··· Input data ···

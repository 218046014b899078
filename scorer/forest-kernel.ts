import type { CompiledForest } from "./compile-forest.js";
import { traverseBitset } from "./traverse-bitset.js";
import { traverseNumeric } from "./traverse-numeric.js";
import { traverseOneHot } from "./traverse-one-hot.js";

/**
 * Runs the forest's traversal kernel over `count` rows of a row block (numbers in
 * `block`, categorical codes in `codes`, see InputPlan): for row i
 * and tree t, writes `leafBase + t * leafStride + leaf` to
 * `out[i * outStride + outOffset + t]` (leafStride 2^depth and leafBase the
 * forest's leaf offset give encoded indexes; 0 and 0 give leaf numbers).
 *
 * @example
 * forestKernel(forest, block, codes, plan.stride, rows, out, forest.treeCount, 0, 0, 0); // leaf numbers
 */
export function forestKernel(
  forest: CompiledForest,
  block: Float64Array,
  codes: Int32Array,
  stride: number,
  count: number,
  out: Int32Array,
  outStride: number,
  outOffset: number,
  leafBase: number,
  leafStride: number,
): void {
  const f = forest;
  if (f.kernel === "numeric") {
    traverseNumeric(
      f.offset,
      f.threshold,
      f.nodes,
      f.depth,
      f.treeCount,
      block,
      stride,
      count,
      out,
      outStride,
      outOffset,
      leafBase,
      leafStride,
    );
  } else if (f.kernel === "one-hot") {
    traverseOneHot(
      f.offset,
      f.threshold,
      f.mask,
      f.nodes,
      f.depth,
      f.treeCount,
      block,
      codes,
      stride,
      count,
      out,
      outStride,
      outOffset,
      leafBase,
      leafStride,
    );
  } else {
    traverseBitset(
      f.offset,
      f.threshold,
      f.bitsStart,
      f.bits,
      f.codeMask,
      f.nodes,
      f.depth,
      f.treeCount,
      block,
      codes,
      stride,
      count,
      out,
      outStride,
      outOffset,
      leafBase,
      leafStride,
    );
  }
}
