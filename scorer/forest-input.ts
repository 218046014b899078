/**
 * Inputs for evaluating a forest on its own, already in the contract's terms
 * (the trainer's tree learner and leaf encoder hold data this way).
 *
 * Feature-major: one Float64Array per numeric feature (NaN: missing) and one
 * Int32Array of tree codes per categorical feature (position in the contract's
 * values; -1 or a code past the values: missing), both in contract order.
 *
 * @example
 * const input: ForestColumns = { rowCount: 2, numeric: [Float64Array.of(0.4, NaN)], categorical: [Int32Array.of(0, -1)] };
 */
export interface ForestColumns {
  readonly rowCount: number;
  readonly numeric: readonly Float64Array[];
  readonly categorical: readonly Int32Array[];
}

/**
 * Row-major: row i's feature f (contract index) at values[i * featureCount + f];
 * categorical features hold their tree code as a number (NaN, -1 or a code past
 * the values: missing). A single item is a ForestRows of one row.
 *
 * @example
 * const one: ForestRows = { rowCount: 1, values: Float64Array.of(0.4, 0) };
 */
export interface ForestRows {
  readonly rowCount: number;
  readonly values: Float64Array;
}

···
··· Input data ···

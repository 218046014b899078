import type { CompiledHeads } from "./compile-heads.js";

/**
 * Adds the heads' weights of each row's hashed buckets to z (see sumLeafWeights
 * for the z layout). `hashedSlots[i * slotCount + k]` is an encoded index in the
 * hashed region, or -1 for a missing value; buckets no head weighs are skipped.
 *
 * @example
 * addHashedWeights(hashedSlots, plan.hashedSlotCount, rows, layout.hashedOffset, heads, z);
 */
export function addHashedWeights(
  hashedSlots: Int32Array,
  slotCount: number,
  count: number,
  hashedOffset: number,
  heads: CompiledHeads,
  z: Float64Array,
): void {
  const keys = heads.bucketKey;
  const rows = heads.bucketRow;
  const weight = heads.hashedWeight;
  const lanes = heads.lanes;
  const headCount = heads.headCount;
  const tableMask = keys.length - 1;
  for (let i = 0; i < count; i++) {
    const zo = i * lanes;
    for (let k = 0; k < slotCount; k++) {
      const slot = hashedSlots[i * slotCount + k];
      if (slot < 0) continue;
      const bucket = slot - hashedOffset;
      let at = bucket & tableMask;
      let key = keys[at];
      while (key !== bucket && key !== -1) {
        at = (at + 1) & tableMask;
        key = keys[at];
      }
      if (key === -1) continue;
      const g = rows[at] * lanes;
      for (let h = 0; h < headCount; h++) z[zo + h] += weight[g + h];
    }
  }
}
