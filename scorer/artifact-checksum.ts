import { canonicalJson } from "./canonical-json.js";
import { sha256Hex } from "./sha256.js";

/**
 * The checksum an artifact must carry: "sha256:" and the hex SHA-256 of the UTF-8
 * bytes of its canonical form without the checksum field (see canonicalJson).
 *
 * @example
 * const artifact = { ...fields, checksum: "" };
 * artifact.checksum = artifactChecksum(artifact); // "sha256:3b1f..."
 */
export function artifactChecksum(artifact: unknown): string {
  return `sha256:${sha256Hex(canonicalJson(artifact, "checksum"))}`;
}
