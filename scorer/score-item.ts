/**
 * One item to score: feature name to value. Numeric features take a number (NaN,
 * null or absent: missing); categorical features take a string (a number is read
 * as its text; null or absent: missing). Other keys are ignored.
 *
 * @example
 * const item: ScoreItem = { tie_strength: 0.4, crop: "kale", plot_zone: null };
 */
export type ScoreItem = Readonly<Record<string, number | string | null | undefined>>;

···

- [Exercise prompt]
Copy the lines above exactly, beginning at the line that has "const rows = heads.bucketRow;" and stopping after the line that has "if (slot < 0) continue;", and omit the rest.

- [Finished exercise]
  const rows = heads.bucketRow;
  const weight = heads.hashedWeight;
  const lanes = heads.lanes;
  const headCount = heads.headCount;
  const tableMask = keys.length - 1;
  for (let i = 0; i < count; i++) {
    const zo = i * lanes;
    for (let k = 0; k < slotCount; k++) {
      const slot = hashedSlots[i * slotCount + k];
      if (slot < 0) continue;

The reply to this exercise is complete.